El Comando Central del Ejército de Liberación de Colombia (ELN) expresó su rechazo a la decisión del gobierno encabezado por Gustavo Petro, “en el contexto de la llamada Paz Total”, de otorgar mediante “un estatuto proveniente del Derecho Internacional” una salida “a organizaciones que emplean la violencia con fines gananciales y lucrativos, como el narcotráfico”.
En la fundamentación de su rechazo a la decisión del Ejecutivo colombiano la organización señala que dicha “figura está reservada para las fuerzas políticas opositoras al Estado capitalista” que tienen como “objetivos (…) el mejoramiento de la condición humana y la justicia social”.
Para el ELN no es posible “disfrazar con el Derecho Humanitario a grupos criminales que nada tienen que ver con la conducta ética y fines de la insurgencia política”.
En ese sentido, la organización política señala que, “los mandos responsables de una guerrilla carecen de toda homologación con el sicariato de la narco-industria, el cual es parte de un entramado del despojo y la acumulación privada de riqueza mal habida”.
De igual forma, se agrega que para que exista un verdadero plan de Desarme, Desmovilización y Reinserción, DDR, como el planteado por el Gobierno en términos generales, el mismo no debe limitarse “únicamente al paramilitarismo utilizado por las oligarquías y sus intereses”.
Para la guerrilla colombiana, dicho plan, tal y como ha sido presentado, también afecta “a las fuerzas revolucionarias del ELN con la finalidad de exterminarlas, tal cual se hizo con las Farc y su sonado fracaso en materia de paz”.
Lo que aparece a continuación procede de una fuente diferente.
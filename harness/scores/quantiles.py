"""Quantile (pinball) scores, central-interval coverage and the interval score of ensembles.

References
----------
Gneiting, T. and Ranjan, R. (2011). Comparing density forecasts using threshold- and
quantile-weighted scoring rules. Journal of Business & Economic Statistics 29(3), 411-422.
Gneiting, T. and Raftery, A. E. (2007). Strictly proper scoring rules, prediction, and
estimation. Journal of the American Statistical Association 102(477), 359-378 (interval score,
eq. 43).
Hyndman, R. J. and Fan, Y. (1996). Sample quantiles in statistical packages. The American
Statistician 50(4), 361-365.
"""

from __future__ import annotations

import numpy as np

from harness.scores.kernels import (
    DEFAULT_COVERAGE_LEVELS,
    QuantileMethod,
    _check,
    _check_levels,
    _check_method,
    _coverage_hits,
    _pinball,
    _quantiles_from_sorted,
    _row_chunks,
    _sort_rows,
)


def ensemble_quantiles(draws, levels, *, method: QuantileMethod = "linear") -> np.ndarray:
    """Quantiles of each ensemble, NaN draws ignored (numpy ``nanquantile`` definitions).

    Parameters
    ----------
    draws : ndarray, shape (n, m)
    levels : sequence of float in (0, 1), length L
    method : {"inverted_cdf", "linear"}
        Hyndman & Fan (1996) definition 1 or 7.

    Returns
    -------
    ndarray, shape (n, L)
    """
    _check_method(method, "ensemble_quantiles")
    a = _check_levels(levels, "ensemble_quantiles")
    _, x = _check(np.zeros(np.asarray(draws).shape[0]), draws, "ensemble_quantiles")
    out = np.empty((x.shape[0], a.size))
    for sl in _row_chunks(*x.shape):
        s, k, _ = _sort_rows(x[sl])
        out[sl] = _quantiles_from_sorted(s, k, a, method)
    return out


def pinball_loss(obs, quantiles, levels) -> np.ndarray:
    """Quantile score QS_alpha(q, y) = (1{y < q} - alpha)(q - y) of given quantile forecasts.

    Parameters
    ----------
    obs : ndarray, shape (n,)
    quantiles : ndarray, shape (n, L)
        Forecast quantiles, column j at level ``levels[j]``.
    levels : sequence of float in (0, 1), length L

    Returns
    -------
    ndarray, shape (n, L)

    References
    ----------
    Gneiting, T. and Ranjan, R. (2011). JBES 29(3), 411-422, eq. 3 (this scaling, so that the
    CRPS is twice the integral over levels).
    """
    a = _check_levels(levels, "pinball_loss")
    y = np.asarray(obs, dtype=np.float64)
    q = np.asarray(quantiles, dtype=np.float64)
    if q.ndim == 1:
        q = q[:, None]
    if y.ndim != 1 or q.shape != (y.shape[0], a.size):
        raise ValueError(f"pinball_loss: expected obs (n,) and quantiles (n, {a.size}); got "
                         f"{y.shape} and {q.shape}")
    return _pinball(y, q, a)


def quantile_score(obs, draws, levels, *, method: QuantileMethod = "linear") -> np.ndarray:
    """Quantile (pinball) score of the ensemble's empirical quantiles at each level.

    Parameters
    ----------
    obs : ndarray, shape (n,)
    draws : ndarray, shape (n, m)
    levels : sequence of float in (0, 1), length L
    method : {"inverted_cdf", "linear"}
        Quantile estimator (default numpy's "linear", Hyndman & Fan definition 7).

    Returns
    -------
    ndarray, shape (n, L)
        ``(1{y < q} - alpha)(q - y)``; at alpha = 0.5 this is half the absolute error of the
        median.

    References
    ----------
    Gneiting, T. and Ranjan, R. (2011). JBES 29(3), 411-422.
    """
    _check_method(method, "quantile_score")
    a = _check_levels(levels, "quantile_score")
    y, x = _check(obs, draws, "quantile_score")
    out = np.empty((y.shape[0], a.size))
    for sl in _row_chunks(*x.shape):
        s, k, _ = _sort_rows(x[sl])
        out[sl] = _pinball(y[sl], _quantiles_from_sorted(s, k, a, method), a)
    return out


def coverage(obs, draws, levels=DEFAULT_COVERAGE_LEVELS, *,
             method: QuantileMethod = "linear") -> np.ndarray:
    """Hit indicators of central prediction intervals [q_{(1-c)/2}, q_{(1+c)/2}] (closed).

    Parameters
    ----------
    obs : ndarray, shape (n,)
    draws : ndarray, shape (n, m)
    levels : sequence of float in (0, 1), length L
        Nominal coverages c.
    method : {"inverted_cdf", "linear"}

    Returns
    -------
    ndarray, shape (n, L)
        1.0 when the observation is inside the interval, 0.0 outside, NaN when missing.
    """
    _check_method(method, "coverage")
    c = _check_levels(levels, "coverage")
    y, x = _check(obs, draws, "coverage")
    ends = np.concatenate([(1 - c) / 2, (1 + c) / 2])
    out = np.empty((y.shape[0], c.size))
    for sl in _row_chunks(*x.shape):
        s, k, _ = _sort_rows(x[sl])
        q = _quantiles_from_sorted(s, k, ends, method)
        out[sl] = _coverage_hits(y[sl], q[:, : c.size], q[:, c.size:])
    return out


def interval_score_from_q(y: np.ndarray, lower: np.ndarray, upper: np.ndarray,
                          alpha: float) -> np.ndarray:
    """Interval score of given central-interval ends (Gneiting & Raftery 2007, eq. 43).

    ``IS_alpha(l, u; y) = (u - l) + (2/alpha)(l - y) 1{y < l} + (2/alpha)(y - u) 1{y > u}`` for
    the central ``(1 - alpha)`` interval; NaN where ``y`` or the ends are missing.
    """
    with np.errstate(invalid="ignore"):
        below = np.where(y < lower, lower - y, 0.0)
        above = np.where(y > upper, y - upper, 0.0)
        out = (upper - lower) + (2.0 / alpha) * (below + above)
    out[np.isnan(y) | np.isnan(lower) | np.isnan(upper)] = np.nan
    return out


def interval_score(obs, draws, levels=(0.5, 0.8), *, method: QuantileMethod = "linear") -> np.ndarray:
    """Interval score of the ensemble's central prediction intervals at each nominal level.

    The interval at level ``c`` runs from the ensemble's ``(1 - c)/2`` to its ``(1 + c)/2``
    quantile; with ``alpha = 1 - c`` its score is the interval's width plus ``2/alpha`` times
    the distance by which the observation falls outside (a proper scoring rule for the pair of
    quantiles; lower is better).

    Parameters
    ----------
    obs : ndarray, shape (n,)
    draws : ndarray, shape (n, m)
    levels : sequence of float in (0, 1), length L
        Nominal coverages ``c`` (0.5 and 0.8: the central 50 % and 80 % intervals).
    method : {"inverted_cdf", "linear"}
        Quantile estimator of the interval ends.

    Returns
    -------
    ndarray, shape (n, L)

    References
    ----------
    Gneiting, T. and Raftery, A. E. (2007). Strictly proper scoring rules, prediction, and
    estimation. Journal of the American Statistical Association 102(477), 359-378, eq. 43.

    Examples
    --------
    >>> float(interval_score([0.0], [[-1.0, 1.0]], [0.5], method="inverted_cdf")[0, 0])
    2.0
    """
    _check_method(method, "interval_score")
    c = _check_levels(levels, "interval_score")
    y, x = _check(obs, draws, "interval_score")
    ends = np.concatenate([(1 - c) / 2, (1 + c) / 2])
    out = np.empty((y.shape[0], c.size))
    for sl in _row_chunks(*x.shape):
        s_, k, _ = _sort_rows(x[sl])
        q = _quantiles_from_sorted(s_, k, ends, method)
        for j, cj in enumerate(c):
            out[sl, j] = interval_score_from_q(y[sl], q[:, j], q[:, c.size + j], 1.0 - cj)
    return out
La organización especifica “que una cuestión es desbaratar grupos criminales, y otra muy distinta es promover una ley que blinde de impunidad y prerrogativas a los jefes de los carteles asociados a poderes económicos, políticos y de las Fuerzas Armadas, causantes del genocidio del pueblo colombiano”.
Tal y como consignó el portal de noticias KaosenlaRed, la organización hace un llamamiento a no “confundir como un conflicto bélico más la lucha por la emancipación social de las clases populares y trabajadoras respecto del paramilitarismo asesino y el narcotráfico destructivo en todos los planos”.
No es posible agrega la declaración meter “bajo la alfombra las responsabilidades que le caben al Estado colombiano y a la Casa Blanca en las masacres sistemáticas contra la población inerme” y agregan, en ese sentido que “la distinción sustantiva y necesaria de esas disputas no está presente en el proyecto legislativo ofrecido por la actual administración del Ejecutivo”.
No obstante, la guerrilla reafirmó de forma vehemente “su compromiso con el diálogo nacional conforme a la participación protagónica del conjunto de la sociedad”, ratificando “que mantendrá su organicidad, sus modos de resistir, su ética humanista y respetuosa de la naturaleza, sus programas y su proyecto político”, hasta que no se produzca “una salida negociada y pactada que contemple las transformaciones que beneficien las necesidades, derechos e intereses democráticos del pueblo colombiano”.